The string "options" may appear in lines of the listing. Report each line where it does.

::: INPUT DATA

/**
 * Cache keys of a bake: every stage and every file has a key, the SHA-256 of its name, its algorithm
 * version and exactly the inputs it depends on (hash.ts), so a changed option recomputes only what
 * depends on it.
 */
import { stageKey } from './hash.js';
import { STAGE_VERSIONS } from './version.js';
import { levelDescriptors } from './recipe.js';
export { STAGE_VERSIONS } from './version.js';
/** Keys of the DFG table and its file: they depend on the table's options only (no input). */
export function lutKeys(options, supercompression) {
    const dfg = stageKey('dfg', STAGE_VERSIONS.dfg, { size: options.size, samples: options.samples, multiscatter: options.multiscatter, cloth: options.cloth });
    return { dfg, lutFile: stageKey('lutFile', STAGE_VERSIONS.lutFile, { dfg, supercompression }) };
}
export function computeKeys(recipe, inputHash) {
    const V = STAGE_VERSIONS;
    const source = stageKey('source', V.source, { inputHash, layout: recipe.input.layout, sanitize: recipe.sanitize });
    // The pyramid's base size follows from the recipe and the source (pyramidBaseSize), both in this key.
    const pyramid = stageKey('pyramid', V.pyramid, { source, size: recipe.size, roughness: recipe.roughness, quality: recipe.quality === 'reference' ? 'reference' : 'default', rotationDeg: recipe.rotationDeg });
    const levels = levelDescriptors(recipe).map((d) => stageKey('level', V.level, {
        pyramid, level: d.level, size: d.faceSize, roughness: d.perceptualRoughness, samples: d.requestedSamples,
        filtered: recipe.filtered, lodBias: recipe.lodBias, clampLuminance: recipe.clampLuminance, rotateSequence: recipe.rotateSequence,
        quality: d.level === 0 ? 'mirror' : recipe.quality,
    }));
    const sh = stageKey('sh', V.sh, { pyramid, window: recipe.irradiance.shWindow, width: recipe.irradiance.shWindowWidth });
    const irradianceCube = stageKey('irradianceCube', V.irradianceCube, { pyramid, size: recipe.irradiance.cubeSize, source: recipe.irradiance.cubeSource, sh: recipe.irradiance.cubeSource === 'sh9' ? sh : null });
    const { dfg, lutFile } = lutKeys(recipe.dfg, recipe.output.supercompression);
    const fileOpts = { supercompression: recipe.output.supercompression };
    const specularFile = stageKey('specularFile', V.specularFile, { levels, format: recipe.output.specularFormat, ...fileOpts, source });
    const irradianceFile = stageKey('irradianceFile', V.irradianceFile, { irradianceCube, sh, format: recipe.output.irradianceFormat, ...fileOpts });
    const views = recipe.output.views.flatMap((format) => ['mirror', 'irradiance'].map((kind) => ({
        name: `${recipe.name}.${kind}.${format}`, kind, format,
        key: stageKey('view', V.view, { of: kind === 'mirror' ? levels[0] : irradianceCube, format }),
    })));
    const preview = stageKey('preview', V.preview, { specularFile, irradianceFile, lutFile: recipe.dfg.enabled ? lutFile : null, roughness: recipe.roughness });
    return { inputHash, source, pyramid, levels, sh, irradianceCube, dfg, specularFile, irradianceFile, lutFile, views, preview };
}
//# sourceMappingURL=keys.js.map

::::::

ANSWER:
/** Keys of the DFG table and its file: they depend on the table's options only (no input). */
export function lutKeys(options, supercompression) {
    const dfg = stageKey('dfg', STAGE_VERSIONS.dfg, { size: options.size, samples: options.samples, multiscatter: options.multiscatter, cloth: options.cloth });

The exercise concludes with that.